私はとある会社で働いているものだ。つまり、労働者である。


労働者である私は労働組合に属している。といっても、この国では労働組合の結成が法の上で認められていないため、あくまで労組を名乗っているだけだ。



ある日、いつものごとく仕事を終え、帰路に着こうとしたところ、労組の組合長に呼び止められた。


何事かと思ったら、どうやら明日、労組のメンバー全員でストライキを起こそうとのことだ。

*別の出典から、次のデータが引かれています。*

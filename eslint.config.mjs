import withNuxt from './.nuxt/eslint.config.mjs'

export default withNuxt(
  {
    ignores: ['.output/**', '.data/**', 'tests/e2e/artifacts/**', 'bench/results/**'],
  },
  {
    // Migrations take Kysely<any> by design: they must not follow later schema types.
    // Tests read JSON answers loosely.
    files: ['db/migrations/**', 'tests/**'],
    rules: { '@typescript-eslint/no-explicit-any': 'off' },
  },
)
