import { fileURLToPath } from 'node:url'
import { defineConfig } from 'vitest/config'

// Three projects: fast unit tests of the computation and schemas, server tests
// against the built app over HTTP, and browser tests driving Debian's chromium.
// `npm test` builds the app before vitest runs, so the server and browser
// projects can start `.output/server/index.mjs` directly.
export default defineConfig({
  resolve: {
    // The same alias Nuxt gives code shared by the app and the server.
    alias: { '#shared': fileURLToPath(new URL('./shared', import.meta.url)) },
  },
  test: {
    // The JSON report gives .ci/run its closing line of totals; scripts/run-tests.mjs names one a run.
    reporters: ['default', ['json', { outputFile: process.env.TEST_REPORT || '.data/test-results.json' }]],
    projects: [
      {
        extends: true,
        test: {
          name: 'unit',
          environment: 'node',
          include: ['tests/unit/**/*.test.ts'],
        },
      },
      {
        extends: true,
        // On PostgreSQL (TEST_POSTGRES_URL, set by scripts/run-tests.mjs) a test that opens its app's
        // SQLite file with better-sqlite3 gets the app's PostgreSQL database instead.
        resolve: process.env.TEST_POSTGRES_URL
          ? { alias: { 'better-sqlite3': fileURLToPath(new URL('./tests/support/sqliteOnPostgres.ts', import.meta.url)) } }
          : undefined,
        test: {
          name: 'server',
          environment: 'node',
          include: ['tests/server/**/*.test.ts'],
          testTimeout: 60_000,
          hookTimeout: 120_000,
          fileParallelism: false,
        },
      },
      {
        extends: true,
        test: {
          name: 'e2e',
          environment: 'node',
          include: ['tests/e2e/**/*.test.ts'],
          testTimeout: 120_000,
          hookTimeout: 120_000,
          fileParallelism: false,
        },
      },
    ],
  },
})
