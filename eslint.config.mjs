import withNuxt from './.nuxt/eslint.config.mjs'

export default withNuxt({
  ignores: ['.output/**', '.data/**', 'tests/e2e/artifacts/**', 'bench/results/**'],
})
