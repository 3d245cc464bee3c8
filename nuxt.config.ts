// Shadowline — Nuxt configuration. Source lives at the repository root (srcDir '.').
export default defineNuxtConfig({
  modules: ['@pinia/nuxt', '@nuxtjs/tailwindcss', 'nuxt-auth-utils', '@nuxt/eslint'],
  devtools: { enabled: false },
  app: {
    head: {
      htmlAttrs: { lang: 'en' },
      title: 'Shadowline',
      meta: [
        { name: 'viewport', content: 'width=device-width, initial-scale=1, viewport-fit=cover' },
        { name: 'theme-color', content: '#0d1117' },
        { name: 'description', content: 'A shared lunar sketch atlas for observers, clubs and classes.' },
      ],
      link: [{ rel: 'icon', type: 'image/svg+xml', href: '/favicon.svg' }],
    },
  },
  css: ['~/assets/css/main.css'],
  runtimeConfig: {
    // Every key can be set by its NUXT_* environment variable (see README).
    dataDir: '.data',
    databaseUrl: '',
    seedDemo: '',
    // Published atlas pages kept ready to send (0 turns the cache off).
    atlasCacheEntries: 500,
    session: {
      password: '',
      name: 'shadowline-session',
      cookie: { sameSite: 'lax' },
      maxAge: 60 * 60 * 24 * 14,
    },
    s3: {
      endpoint: '',
      region: 'us-east-1',
      bucket: 'shadowline',
      accessKeyId: '',
      secretAccessKey: '',
      forcePathStyle: 'true',
      embeddedPort: '4569',
    },
    smtp: {
      host: '',
      port: '587',
      secure: '',
      user: '',
      pass: '',
      from: 'Shadowline <no-reply@shadowline.test>',
      embeddedPort: '2525',
    },
    outboxIntervalMs: '5000',
    trustedProxies: '',
    public: {
      siteUrl: '',
    },
  },
  dir: {
    public: 'public',
  },
  srcDir: '.',
  serverDir: 'server',
  experimental: {
    // Links fetch the code of the page they lead to when touched or focused, not as soon as they scroll
    // into view: on a phone on a slow or metered connection, a page downloads what it shows.
    defaults: { nuxtLink: { prefetchOn: { visibility: false, interaction: true } } },
  },
  compatibilityDate: '2026-11-01',
  nitro: {
    experimental: { tasks: false },
    // Brotli and gzip copies of the built JS, CSS and other text assets, written at build time and served by
    // the built server to every browser that accepts them (hashed /_nuxt/ files keep their year-long
    // immutable caching). WOFF2 fonts are compressed inside already and are served as they are.
    compressPublicAssets: { gzip: true, brotli: true },
    externals: {
      // Native and CommonJS-heavy packages are loaded from the project's node_modules
      // at run time rather than bundled or copied: the server runs from the checkout.
      external: ['better-sqlite3', 'sharp', '@napi-rs/canvas', 's3rver', 'smtp-server', 'mailparser', '@aws-sdk/client-s3', 'nodemailer'],
      trace: false,
    },
  },
  typescript: {
    strict: true,
  },
  telemetry: false,
  eslint: {
    config: { stylistic: true },
  },
  tailwindcss: {
    cssPath: false,
    viewer: false,
  },
})
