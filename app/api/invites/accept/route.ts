import { getDb } from "@/db/client";
import { json, parseJson, route } from "@/lib/http/route";
import { acceptInvite } from "@/lib/mail/invites";
import { acceptInviteSchema } from "@/lib/validation/invites";

// No session: the one-time token in the body is the proof.
export const POST = route(async (req) => {
  const input = await parseJson(req, acceptInviteSchema);
  const user = await acceptInvite(getDb(), input);
  return json({ user: { id: user.id, email: user.email, name: user.name, role: user.role } });
});
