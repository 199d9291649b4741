import { getDb } from "@/db/client";
import { applyPairing } from "@/lib/workshop/pairing";
import { requireApiPermission } from "@/lib/auth/guard";
import { json, parseId, parseJson, route } from "@/lib/http/route";
import { findJobForUser } from "@/lib/jobs/access";
import { pairingApplySchema } from "@/lib/validation/workshop";

/**
 * Applies a piston-to-rod pairing: the piston assemblies move to their new rods, recorded in
 * the job's change history (undo with POST …/pairing/undo). Answers the new bench record.
 */
export const POST = route<{ id: string }>(async (req, { params }) => {
  const user = await requireApiPermission("weigh");
  const db = getDb();
  const job = await findJobForUser(db, parseId((await params).id), user);
  const { assignment, lastPairingId } = await parseJson(req, pairingApplySchema);
  return json(await applyPairing(db, job, assignment, user.id, lastPairingId));
});
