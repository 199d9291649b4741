import { renderToStaticMarkup } from "react-dom/server";
import { beforeEach, describe, expect, it } from "vitest";
import CustomerPage from "@/app/(shop)/customers/[id]/page";
import { mergeCustomerAction, updateCustomerAction } from "@/app/(shop)/customers/actions";
import CustomersPage from "@/app/(shop)/customers/page";
import { Providers } from "@/components/providers";
import type { DB } from "@/db/client";
import { updateCounterSettings } from "@/lib/settings/counter-settings";
import { type Customer, findCustomerById } from "@/db/customers";
import type { Role } from "@/db/schema";
import type { User } from "@/db/users";
import { mergeCustomers } from "@/lib/customers/merge";
import { addOneOfEachRole, addTestCustomer, freshDb } from "../../helpers/db";
import { signInAs } from "../../helpers/session";

let db: DB;
let users: Record<Role, User>;
let kept: Customer;
let dup: Customer;

beforeEach(async () => {
  db = await freshDb();
  users = await addOneOfEachRole(db);
  kept = await addTestCustomer(db, "Ansel Dorrance");
  dup = await addTestCustomer(db, "Ansel Dorance");
  signInAs(users.counter);
});

async function render(id: number, search: Record<string, string> = {}) {
  const element = await CustomerPage({
    params: Promise.resolve({ id: String(id) }),
    searchParams: Promise.resolve(search),
  });
  return renderToStaticMarkup(<Providers>{element}</Providers>);
}

describe("the customer page", () => {
  it("offers the counter the details to edit and a search for the duplicate to merge in", async () => {
    const html = await render(kept.id);
    expect(html).toContain('value="Ansel Dorrance"');
    expect(html).toContain("Save details");
    expect(html).toContain("Merge customers");
    // The duplicate is found by typing (any customer of the shop), not chosen from a list the
    // page carries: no other customer is written into the page.
    expect(html).toContain('role="combobox"');
    expect(html).not.toContain("Ansel Dorance");
  });

  it("shows a machinist the details without the forms", async () => {
    signInAs(users.machinist);
    const html = await render(kept.id);
    expect(html).toContain("Ansel Dorrance");
    expect(html).not.toContain("Save details");
    expect(html).not.toContain("Merge customers");
  });

  it("shows the merge in the history, timed on the shop's clock west of Greenwich", async () => {
    await updateCounterSettings(
      db,
      0,
      { senderName: null, replyTo: null, signature: null, mailOff: [], timeZone: "America/Denver" },
      null,
    );
    await mergeCustomers(db, kept.id, dup.id, users.counter.id);
    // A UTC evening: 01:30 UTC on the 3rd is 18:30 on the 2nd in Denver (MST, UTC−7, by hand).
    await db
      .updateTable("audit_log")
      .set({ at: "2026-12-03T01:30:00.000Z" } as never)
      .where("action", "=", "merge")
      .execute();
    const html = await render(kept.id, { merged: "1" });
    expect(html).toContain("Customers merged");
    expect(html).toContain(`Merged in Ansel Dorance (no. ${dup.id})`);
    expect(html).toContain("0 jobs");
    expect(html).toContain("2026-12-02 18:30 MST");
    expect(html).not.toContain("2026-12-03");
  });
});

describe("the customers list", () => {
  it("links each customer to their page, both as table rows and as phone-width cards", async () => {
    const element = await CustomersPage({ searchParams: Promise.resolve({}) });
    // Inside the app's providers, as the shop layout renders it (the invite button is a mutation).
    const html = renderToStaticMarkup(<Providers>{element}</Providers>);
    expect(html).toContain('data-testid="customer-cards"');
    expect(html.split(`href="/customers/${kept.id}"`).length - 1).toBe(2);
  });
});

function form(values: Record<string, string>) {
  const f = new FormData();
  for (const [k, v] of Object.entries(values)) f.set(k, v);
  return f;
}

describe("the customer page's actions", () => {
  it("saves details and names the field refused", async () => {
    const saved = await updateCustomerAction(
      null,
      form({ customerId: String(kept.id), name: "Ansel Dorrance", phone: "555 0199" }),
    );
    expect(saved).toMatchObject({ ok: true, message: "Details saved." });
    expect((await findCustomerById(db, kept.id))?.phone).toBe("555 0199");
    const refused = await updateCustomerAction(
      null,
      form({ customerId: String(kept.id), name: "" }),
    );
    expect(refused).toMatchObject({
      ok: false,
      status: 422,
      fields: { name: "Enter the customer's name." },
    });
  });

  it("asks for the tick and a customer before merging, and refuses a machinist", async () => {
    const unticked = await mergeCustomerAction(
      null,
      form({ customerId: String(kept.id), removeId: String(dup.id) }),
    );
    expect(unticked).toMatchObject({
      ok: false,
      fields: { confirm: "Tick the box to confirm the merge." },
    });
    const none = await mergeCustomerAction(
      null,
      form({ customerId: String(kept.id), confirm: "yes" }),
    );
    expect(none).toMatchObject({ ok: false, status: 422 });
    expect(none.ok ? undefined : none.fields?.removeId).toMatch(/customer to merge/);
    signInAs(users.machinist);
    const denied = await mergeCustomerAction(
      null,
      form({ customerId: String(kept.id), confirm: "yes", removeId: String(dup.id) }),
    );
    expect(denied).toMatchObject({ ok: false, status: 403 });
    expect(await findCustomerById(db, dup.id)).toBeDefined();
  });
});
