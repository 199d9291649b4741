import { getDb } from "@/db/client";
import { spendRateLimit } from "@/lib/auth/rate-limit";
import { json, parseJson, route } from "@/lib/http/route";
import { acceptInvite } from "@/lib/mail/invites";
import { acceptInviteSchema } from "@/lib/validation/invites";

// No session: the one-time token in the body is the proof. Rate-limited per address.
export const POST = route(async (req) => {
  await spendRateLimit("invite", req.headers);
  const input = await parseJson(req, acceptInviteSchema);
  const user = await acceptInvite(getDb(), input);
  return json({ user: { id: user.id, email: user.email, name: user.name, role: user.role } });
});
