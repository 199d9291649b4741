import { getDb } from "@/db/client";
import { reassignPistonAssemblies } from "@/db/weights";
import { requireApiUser } from "@/lib/auth/guard";
import { json, parseId, parseJson, route } from "@/lib/http/route";
import { findJobForUser } from "@/lib/jobs/access";
import { pairingApplySchema } from "@/lib/validation/workshop";
import { loadWorkshop } from "@/lib/workshop/load";

/** Applies a piston-to-rod pairing: the piston assemblies move to their new rods. */
export const POST = route<{ id: string }>(async (req, { params }) => {
  const user = await requireApiUser(["machinist", "owner"]);
  const db = getDb();
  const job = await findJobForUser(db, parseId((await params).id), user);
  const { assignment } = await parseJson(req, pairingApplySchema);
  await reassignPistonAssemblies(db, job.id, assignment, user.id);
  return json(await loadWorkshop(db, job));
});
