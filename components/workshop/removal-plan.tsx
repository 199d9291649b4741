"use client";

import { useMutation } from "@tanstack/react-query";
import { useState } from "react";
import { ChangedElsewhere, isStaleWrite } from "@/components/ui/changed-elsewhere";
import type { PartKind } from "@/db/schema";
import { formatDerivedMass, formatMass, type PartResult } from "@/lib/balance";
import { ApiError, apiFetch } from "@/lib/api-client";
import { shopDateTime } from "@/lib/dates/shop-time";
import type { Workshop } from "@/lib/workshop/load";
import {
  HOW_TO_REMOVE,
  HOW_TO_RESELECT,
  type PartProgress,
  type WorkshopPlan,
} from "@/lib/workshop/plan";
import { describePairingMoves } from "@/lib/workshop/pairing-history";
import { KIND_LABEL } from "./part-kinds";
import { PartChart } from "./part-chart";
import { useReloadWorkshop, useUpdateWorkshop, useWorkshop } from "./use-workshop";

const STATUS: Record<PartResult["status"], { label: string; className: string }> = {
  ok: { label: "In band", className: "bg-emerald-50 text-within" },
  remove: { label: "Take off", className: "bg-amber-50 text-machine" },
  light: { label: "Too light", className: "bg-red-50 text-replace font-semibold" },
  reselect: { label: "Re-select or replace", className: "bg-red-50 text-replace font-semibold" },
};

export function StatusTag({ status }: { status: PartResult["status"] }) {
  const s = STATUS[status];
  return (
    <span className={`inline-block rounded px-2 py-0.5 text-xs whitespace-nowrap ${s.className}`}>
      {s.label}
    </span>
  );
}

/** Where a part stands after the re-weigh, in words. */
function ProgressTag({ progress, show }: { progress: PartProgress; show: (v: string) => string }) {
  const amount = progress.amount ? show(progress.amount) : "";
  const [label, className] = {
    "to-do": [`Take off ${amount}`, "bg-amber-50 text-machine"],
    done: ["Done", "bg-emerald-50 text-within"],
    still: [`Still to take off ${amount}`, "bg-amber-50 text-machine font-semibold"],
    over: [`Over-machined, ${amount} light`, "bg-red-50 text-replace font-semibold"],
    reselect: ["Re-select or replace", "bg-red-50 text-replace font-semibold"],
  }[progress.state];
  return (
    <span className={`inline-block rounded px-2 py-0.5 text-xs whitespace-nowrap ${className}`}>
      {label}
    </span>
  );
}

type Show = { weighed: (v: string) => string; derived: (v: string) => string; unit: string };

/** Per kind of part: target, tolerance and, part by part, the metal to take off and where. */
export function RemovalPlan({
  jobId,
  initial,
  canEdit,
  timeZone = "UTC",
}: {
  jobId: number;
  initial: Workshop;
  canEdit: boolean;
  /** The shop's time zone (IANA name): the last pairing's time on the shop's clock. */
  timeZone?: string;
}) {
  const { data } = useWorkshop(jobId, initial);
  const workshop = data ?? initial;
  const { plan, job } = workshop;
  const res = job.spec.scaleResolution;
  const unit = job.spec.massUnit;
  const show: Show = {
    weighed: (v) => formatMass(v, res),
    derived: (v) => formatDerivedMass(v, res),
    unit,
  };

  if (!plan.complete || !plan.removal) {
    return (
      <div className="panel p-4 text-graphite-700">
        <p>
          {plan.held.length > 0 && plan.missing.length === 0
            ? "The plan waits for a weight held on the weigh-in: nothing is worked out from it until it is confirmed as read or retyped."
            : "The plan appears once every part is weighed."}
        </p>
        {plan.error ? <p className="mt-2 text-replace">{plan.error.message}</p> : null}
        {plan.held.length > 0 ? (
          <p className="mt-2 text-sm">
            <a className="underline" href={`/jobs/${jobId}/weigh`}>
              Go to the weigh-in to confirm or retype it
            </a>
          </p>
        ) : null}
        {plan.missing.length > 0 ? (
          <p className="mt-2 text-sm">
            Missing:{" "}
            {plan.missing
              .slice(0, 12)
              .map((m) => `cyl. ${m.cylinder} ${KIND_LABEL[m.kind].toLowerCase()}`)
              .join(", ")}
            {plan.missing.length > 12 ? ` and ${plan.missing.length - 12} more` : ""}.
          </p>
        ) : null}
      </div>
    );
  }

  const removal = plan.removal;
  const byCylinder = plan.matching === "by-cylinder";
  const kinds = [...new Set(removal.parts.map((p) => p.kind))].filter((k) => k !== "bearing");
  const light = removal.parts.filter((p) => p.status === "light");
  const reselect = [
    ...removal.parts
      .filter((p) => p.status === "reselect")
      .map((p) => ({
        key: `${p.cylinder}:${p.kind}`,
        text: `Cylinder ${p.cylinder} ${KIND_LABEL[p.kind].toLowerCase()}: ${show.derived(p.excess ?? "0")} ${unit} over the target — ${HOW_TO_RESELECT[p.kind] ?? "re-select it"}.`,
      })),
    ...removal.warnings
      .filter((w) => w.code === "assembly-reselect")
      .map((w) => ({ key: `assembly-${w.cylinder}`, text: w.message })),
  ];
  const reweighed = new Map(
    workshop.weights
      .filter((w) => w.phase === "final")
      .map((w) => [`${w.cylinder}:${w.kind}`, w.readings]),
  );
  const finishedByKey = new Map(plan.finished?.parts.map((p) => [`${p.cylinder}:${p.kind}`, p]));

  return (
    <div className="space-y-6">
      <OverMachinedBanner plan={plan} show={show} />

      {light.length > 0 ? (
        <section
          className="rounded-md border-2 border-replace bg-red-50 p-4"
          data-testid="replace-parts"
        >
          <h2 className="font-semibold text-replace">Parts to replace or add weight to</h2>
          <ul className="mt-1 list-disc pl-5 text-sm">
            {light.map((p) => (
              <li key={`${p.cylinder}:${p.kind}`}>
                Cylinder {p.cylinder} {KIND_LABEL[p.kind].toLowerCase()}: {show.weighed(p.measured)}{" "}
                {unit}, below the target of{" "}
                {show.derived(removal.targets[p.kind as keyof typeof removal.targets] ?? "0")}{" "}
                {unit}. Metal cannot be put back by machining.
              </li>
            ))}
          </ul>
        </section>
      ) : null}

      {reselect.length > 0 ? (
        <section
          className="rounded-md border-2 border-replace bg-red-50 p-4"
          data-testid="reselect-parts"
        >
          <h2 className="font-semibold text-replace">Parts to re-select or replace</h2>
          <ul className="mt-1 list-disc pl-5 text-sm">
            {reselect.map((r) => (
              <li key={r.key}>{r.text}</li>
            ))}
          </ul>
        </section>
      ) : null}

      <div className="space-y-1 text-sm text-graphite-600">
        <p>
          {byCylinder
            ? "Matched by cylinder: each reciprocating assembly (piston, pin, retainers, rings and small end) is brought to the lightest, taking metal off the piston first (never below the lightest piston), then off the small-end pad (never below the lightest small end). Big ends are matched end to end."
            : "Matched part by part: each kind is brought to its own lightest (or the target set). Rings, wrist pins and retainers are matched by choice, never machined."}{" "}
          Tolerance: the finished set within {removal.tolerance} {unit}. Weighed figures at the
          scale resolution ({res} {unit}), worked-out figures to one decimal more.
        </p>
        <p data-testid="total-removed">
          In all the plan takes off{" "}
          <strong className="font-mono">
            {show.derived(plan.totalRemoved ?? "0")} {unit}
          </strong>
          .
        </p>
        <p className="text-graphite-700">
          Caution: wear eye protection when machining. Take metal off only where the piston and rod
          makers allow, and no more than their minimum weights permit; their figures come first.
        </p>
      </div>

      {byCylinder ? <AssemblyTable plan={plan} show={show} /> : null}

      {kinds.map((kind) => (
        <KindTable
          key={kind}
          jobId={jobId}
          kind={kind}
          plan={plan}
          workshop={workshop}
          canEdit={canEdit}
          reweighed={reweighed}
          finishedByKey={finishedByKey}
          show={show}
        />
      ))}

      <Pairing
        jobId={jobId}
        workshop={workshop}
        canEdit={canEdit}
        show={show}
        timeZone={timeZone}
      />

      {removal.warnings.length > 0 ? (
        <section className="panel p-4">
          <h2 className="mb-1 font-semibold">Worth a second look</h2>
          <ul className="list-disc pl-5 text-sm text-graphite-700">
            {removal.warnings.map((w, i) => (
              <li key={i}>{w.message}</li>
            ))}
          </ul>
        </section>
      ) : null}
    </div>
  );
}

/** Parts machined under their target after the re-weigh, and the three ways out. */
function OverMachinedBanner({ plan, show }: { plan: WorkshopPlan; show: Show }) {
  if (plan.overMachined.length === 0) return null;
  const name = (kind: PartKind | "assembly") =>
    kind === "assembly" ? "reciprocating assembly" : KIND_LABEL[kind].toLowerCase();
  const plural = (kind: PartKind | "assembly") =>
    kind === "assembly" ? "assemblies" : `${KIND_LABEL[kind].toLowerCase()}s`;
  return (
    <section
      className="rounded-md border-2 border-replace bg-red-50 p-4"
      role="alert"
      data-testid="over-machined"
    >
      <h2 className="font-semibold text-replace">Over-machined: now under the target</h2>
      <ul className="mt-1 list-disc pl-5 text-sm">
        {plan.overMachined.map((o) => (
          <li key={`${o.cylinder}:${o.kind}`}>
            Cylinder {o.cylinder} {name(o.kind)} is {show.derived(o.short)} {show.unit} light.
          </li>
        ))}
      </ul>
      <p className="mt-2 text-sm">
        Either replace the part with a heavier one, add weight where its maker allows, or re-target
        the set to it:
      </p>
      <ul className="mt-1 list-disc pl-5 text-sm">
        {plan.retarget.map((r) => (
          <li key={r.kind}>
            re-targeting the {plural(r.kind)} to {show.derived(r.target)} {show.unit} means taking{" "}
            <strong className="font-mono">
              {show.derived(r.extra)} {show.unit}
            </strong>{" "}
            off the rest of them, from where they stand now.
          </li>
        ))}
      </ul>
    </section>
  );
}
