import { beforeEach, describe, expect, it } from "vitest";
import { POST as mergeRoute } from "@/app/api/customers/[id]/merge/route";
import { PATCH as patchRoute } from "@/app/api/customers/[id]/route";
import { listAuditEntries } from "@/db/audit";
import type { DB } from "@/db/client";
import { countCustomerHoldings, findCustomerById } from "@/db/customers";
import { listInvitesForCustomer } from "@/db/invites";
import { findJobById } from "@/db/jobs";
import { findUserById } from "@/db/users";
import { createInvoice } from "@/lib/billing/invoices";
import { createQuote } from "@/lib/billing/quotes";
import { createInvite } from "@/lib/mail/invites";
import { type BillingWorld, setUpBilling } from "../billing/fixtures";
import { freshDb } from "../../helpers/db";
import { jsonRequest, params } from "../../helpers/http";
import { signInAs } from "../../helpers/session";

let db: DB;
let w: BillingWorld;
let keepId: number;
let removeId: number;

// Two customers, each with a job, an account and an invite; the one to remove also has a quote
// and an invoice on its job.
beforeEach(async () => {
  db = await freshDb();
  w = await setUpBilling(db);
  keepId = w.users.customer.customerId!;
  removeId = w.otherCustomer.customerId!;
  await createQuote(
    db,
    { jobId: w.otherJob.id, lines: [{ priceItemId: w.prices.balance.id, quantity: "1" }] },
    null,
  );
  await createInvoice(db, { jobId: w.otherJob.id, lines: [] }, null);
  await createInvite(
    db,
    {
      customerId: removeId,
      email: "second@example.test",
      tokenHash: "h-remove",
      expiresAt: "2099-01-01T00:00:00Z",
    },
    null,
  );
  await createInvite(
    db,
    {
      customerId: keepId,
      email: "first@example.test",
      tokenHash: "h-keep",
      expiresAt: "2099-01-01T00:00:00Z",
    },
    null,
  );
  signInAs(w.users.counter);
});

function merge(keep: number | string, body: unknown) {
  return mergeRoute(
    jsonRequest("POST", `/api/customers/${keep}/merge`, body),
    params({ id: String(keep) }),
  );
}

describe("POST /api/customers/:id/merge", () => {
  it("moves jobs, quotes, invoices, both accounts and invites to the kept customer and removes the other", async () => {
    const before = await countCustomerHoldings(db, removeId);
    expect(before).toEqual({ jobs: 1, quotes: 1, invoices: 1, accounts: 1, invites: 1 });

    const res = await merge(keepId, { removeId });
    expect(res.status).toBe(200);
    const body = await res.json();
    expect(body.kept.id).toBe(keepId);
    expect(body.removed.id).toBe(removeId);
    expect(body.moved).toMatchObject({ jobs: 1, quotes: 1, invoices: 1, accounts: 1, invites: 1 });

    expect(await findCustomerById(db, removeId)).toBeUndefined();
    expect((await findJobById(db, w.otherJob.id))?.customerId).toBe(keepId);
    expect((await findJobById(db, w.job.id))?.customerId).toBe(keepId);
    // An account on both sides: both kept, both now pointing at the kept customer.
    expect((await findUserById(db, w.users.customer.id))?.customerId).toBe(keepId);
    expect((await findUserById(db, w.otherCustomer.id))?.customerId).toBe(keepId);
    expect(await countCustomerHoldings(db, keepId)).toEqual({
      jobs: 2,
      quotes: 1,
      invoices: 1,
      accounts: 2,
      invites: 2,
    });
    expect((await listInvitesForCustomer(db, keepId)).length).toBe(2);

    const history = await listAuditEntries(db, "customer", keepId);
    expect(history[0]).toMatchObject({ action: "merge", user_id: w.users.counter.id });
    expect(JSON.parse(history[0]!.after_json!)).toMatchObject({
      keptId: keepId,
      removedId: removeId,
    });
    expect(JSON.parse(history[0]!.before_json!)).toMatchObject({ name: "Orrin Vale" });
  });

  it("lets the owner merge too", async () => {
    signInAs(w.users.owner);
    expect((await merge(keepId, { removeId })).status).toBe(200);
  });

  it("refuses a missing or malformed customer to merge with 422 naming the field", async () => {
    for (const body of [{}, { removeId: "abc" }, { removeId: -3 }, { removeId, extra: 1 }]) {
      const res = await merge(keepId, body);
      expect(res.status).toBe(422);
      const { error } = await res.json();
      expect(error.code).toBe("invalid_input");
    }
    const res = await merge(keepId, {});
    expect((await res.json()).error.fields.removeId).toMatch(/customer to merge/);
    expect(await findCustomerById(db, removeId)).toBeDefined();
  });

  it("refuses machinists and customers with 403 and changes nothing", async () => {
    for (const user of [w.users.machinist, w.users.customer]) {
      signInAs(user);
      expect((await merge(keepId, { removeId })).status).toBe(403);
    }
    expect((await findJobById(db, w.otherJob.id))?.customerId).toBe(removeId);
  });

  it("answers 404 for a customer that does not exist, on either side", async () => {
    expect((await merge(999_999, { removeId })).status).toBe(404);
    expect((await merge(keepId, { removeId: 999_999 })).status).toBe(404);
    expect((await findJobById(db, w.otherJob.id))?.customerId).toBe(removeId);
  });

  it("answers 409 for a customer merged into itself, and 404 when merged a second time", async () => {
    const self = await merge(keepId, { removeId: keepId });
    expect(self.status).toBe(409);
    expect((await self.json()).error.fields.removeId).toMatch(/itself/);
    expect((await merge(keepId, { removeId })).status).toBe(200);
    expect((await merge(keepId, { removeId })).status).toBe(404);
  });
});

describe("PATCH /api/customers/:id", () => {
  it("saves the customer's details and records the change in the history", async () => {
    const res = await patchRoute(
      jsonRequest("PATCH", `/api/customers/${keepId}`, {
        name: "Wren Talbot-Ames",
        phone: "555 0100",
      }),
      params({ id: String(keepId) }),
    );
    expect(res.status).toBe(200);
    expect((await findCustomerById(db, keepId))?.name).toBe("Wren Talbot-Ames");
    expect((await listAuditEntries(db, "customer", keepId))[0]?.action).toBe("update");
  });

  it("refuses an empty name with 422 and a machinist with 403", async () => {
    const bad = await patchRoute(
      jsonRequest("PATCH", `/api/customers/${keepId}`, { name: " " }),
      params({ id: String(keepId) }),
    );
    expect(bad.status).toBe(422);
    expect((await bad.json()).error.fields.name).toBe("Enter the customer's name.");
    signInAs(w.users.machinist);
    const denied = await patchRoute(
      jsonRequest("PATCH", `/api/customers/${keepId}`, { name: "X" }),
      params({ id: String(keepId) }),
    );
    expect(denied.status).toBe(403);
  });
});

無論日本のようにストライキ権が認められている国ならば私も乗り気だっただろう。

しかし、我々にストライキ権はない。名目上はストライキでも、会社からすればただの無断欠勤なのだ。



私は悩んだ。家に帰り、明日どうするべきかを考えた。


私はまだ30歳だ。人生先が長い。

しかし、入社当時から労組のみんなとはずっと一緒だった。行ってしまえばずっと付き合ってきた仲間なのだ。


仲間を裏切り、スト破りを行っていつもどうり出勤するか。あるいはクビにされる覚悟でストライキを行うか。飯を食う時も、風呂に入っている時も、ベットに入ってからも、ずっと考えた。結局私はずっと考えていたため、一睡もできなかった。



朝、私は出勤の準備を行っていた。

怖かった。クビにされるかもしれない恐怖は、仲間を裏切ることの罪悪感よりも大きかった。



職場に着くと、机にはところどころ空きが見つかった。みんなはストライキを行っていたのだ。その光景を見たとき、私はとてもいたたまれない気持ちになった。



結局、ストライキを行った者は全員解雇された。スト権がないのだから当然だが。

労組のみんなとは連絡を取っていない。電話番号も何もかも変えた。彼らも私の連絡先を知らないはずだ。



私は今も同じ職場で働いている。むしろ労組に属していた時よりも労働時間が長くなった気がする。所謂社畜というものなのだろうか。



しかし、私は社畜になることこそ、彼らへの償いだと思っている。なぜならこの状況は、私の選択により決まったのだから。